Project Reference Relationship Related To Start End Student Name
EP/N509735/1 01/10/2016 30/09/2021
1943491 Studentship EP/N509735/1 01/10/2017 30/03/2021 Richard Molyneux
 
Description My PhD has focused on analysing potential algorithms which dictate the routes that swarms of inspection robots follow in underground water systems. The objective is to determine the algorithm which can provide the best, even coverage of a network with the realistic conditions of dynamic water flows and limited communication ranges and computing power, so as to reduce the number of robots required to inspect a network to a sufficient standard.

So far I have adapted four different algorithms of varying degrees of autonomy - stigmergy, AdHoc Net, an m-CPP solution and an Out-of-Sync Cyclic behaviour.

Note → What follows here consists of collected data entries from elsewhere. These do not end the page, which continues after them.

/// `name=value`
fn pair(text: &str) -> Result<(String, String), String> {
    match text.split_once('=') {
        Some((name, value)) if !name.trim().is_empty() => Ok((name.trim().to_owned(), value.trim().to_owned())),
        _ => Err("write NAME=VALUE".to_owned()),
    }
}
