#[cfg(test)]
mod tests {
    use super::*;

    #[test]
    fn durations() {
        for (text, seconds) in
            [("0s", 0), ("2s", 2), ("7d", 604_800), ("1h30m", 5400), ("1w2d", 777_600), ("90m", 5400)]
        {
            assert_eq!(duration(text).map(|it| it.as_secs()), Ok(seconds), "{text}");
        }
        for text in ["", "2", "s", "2 s", "30m1h", "1h1h", "-2s", "1.5h", "99999999999999999999s", "1000000w", "2S"] {
            assert!(duration(text).is_err(), "{text}");
        }
    }

    #[test]
    fn sizes() {
        for (text, bytes) in
            [("1GiB", 1 << 30), ("500MB", 500_000_000), ("10 kB", 10_000), ("7B", 7), ("2TiB", 1 << 41)]
        {
            assert_eq!(size(text), Ok(bytes), "{text}");
        }
        for text in ["", "1", "0B", "GiB", "-1GB", "1.5GB", "1gb", "99999999TiB", "+1MB"] {
            assert!(size(text).is_err(), "{text}");
        }
    }

    #[test]
    fn clock_shifts() {
        for (text, seconds) in
            [("00:03:20", 200), ("-00:02:00", -120), ("+01:00:00", 3600), ("219150:00:00", 788_940_000)]
        {
            assert_eq!(clock_shift(text).map(|it| it.num_seconds()), Ok(seconds), "{text}");
        }
        for text in ["", "3:20", "00:60:00", "00:00:60", "--00:00:01", "00:-1:00", "a:00:00", "99999999999:00:00"] {
            assert!(clock_shift(text).is_err(), "{text}");
        }
    }

    #[test]
    fn delimiters() {
        let pattern = regex(Form::Delimiter.pattern().unwrap()).unwrap();
        let known = [("auto", None), ("tab", Some(b'\t')), ("\t", Some(b'\t')), (",", Some(b',')), (" ", Some(b' '))];
        for (text, byte) in known {
            assert_eq!(delimiter(text), Ok(byte), "{text}");
        }
        for text in ["ab", "TAB", "\\t", "tabtab", "é", "\"", "'", "", "a", "7", "\n"] {
            assert!(delimiter(text).is_err(), "{text}");
            assert!(!pattern.is_match(text), "{text}");
        }
        for byte in 0..0x80 {
            let text = char::from(byte).to_string();
            assert_eq!(pattern.is_match(&text), delimiter(&text).is_ok(), "{text:?}");
        }
        assert!(pattern.is_match("auto") && pattern.is_match("tab"));
    }

    #[test]
    fn other_forms() {
        assert!(code("week-4").is_ok() && code("6mwt").is_ok());
        assert_eq!(code("Week_4").unwrap_err().nearest.as_deref(), Some("week-4"));
        assert!(code("").is_err() && code("a--b").is_err() && code("-a").is_err() && code("ä").is_err());
        assert_eq!(zone("Europe/Londn").unwrap_err().nearest.as_deref(), Some("Europe/London"));
        assert_eq!(zone("berlin").unwrap_err().nearest.as_deref(), Some("Europe/Berlin"));
        assert!(whole("A)(B").is_err());
        assert!(whole("(?x) A # its rest would hide the closing bracket").is_err());
        assert!(whole(r"QM-\d{3}").unwrap().is_match("QM-001"));
        assert!(!whole("a|b").unwrap().is_match("ab"));
        assert!(one_group("^(a)").is_ok() && one_group("a").is_err() && one_group("(a)(b)").is_err());
        assert!(glob("*.csv").unwrap().is_match("a.csv") && !glob("*.csv").unwrap().is_match("a.CSV"));
        assert!(!glob("*.csv").unwrap().is_match("b/a.csv") && glob("[").is_err());
        assert_eq!(delimiter("Tab").unwrap_err().nearest.as_deref(), Some("tab"));
        assert!(mark(",").is_ok() && mark("\u{a0}").is_ok() && mark("1").is_err() && mark("").is_err());
        assert!(encoding("latin1").is_ok() && encoding("ansi").is_err());
        assert_eq!(unit("mmHg").unwrap_err().nearest.as_deref(), Some("mm[Hg]"));
    }
}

The findings thus far have shown that simpler behaviours tend to be unbiased, providing even coverage, whereas the more intelligent behaviours inspect more frequently but have a higher standard deviation between central and outlying pipes. All of the behaviours, however, prove that autonomous sensing is feasible and increases the frequency of inspection by several orders of magnitude to current methods. Simulations are currently being run analysing the changes with different running speeds, communication ranges and power capabilities whilst the behaviours are being further adapted to consider flow changes better.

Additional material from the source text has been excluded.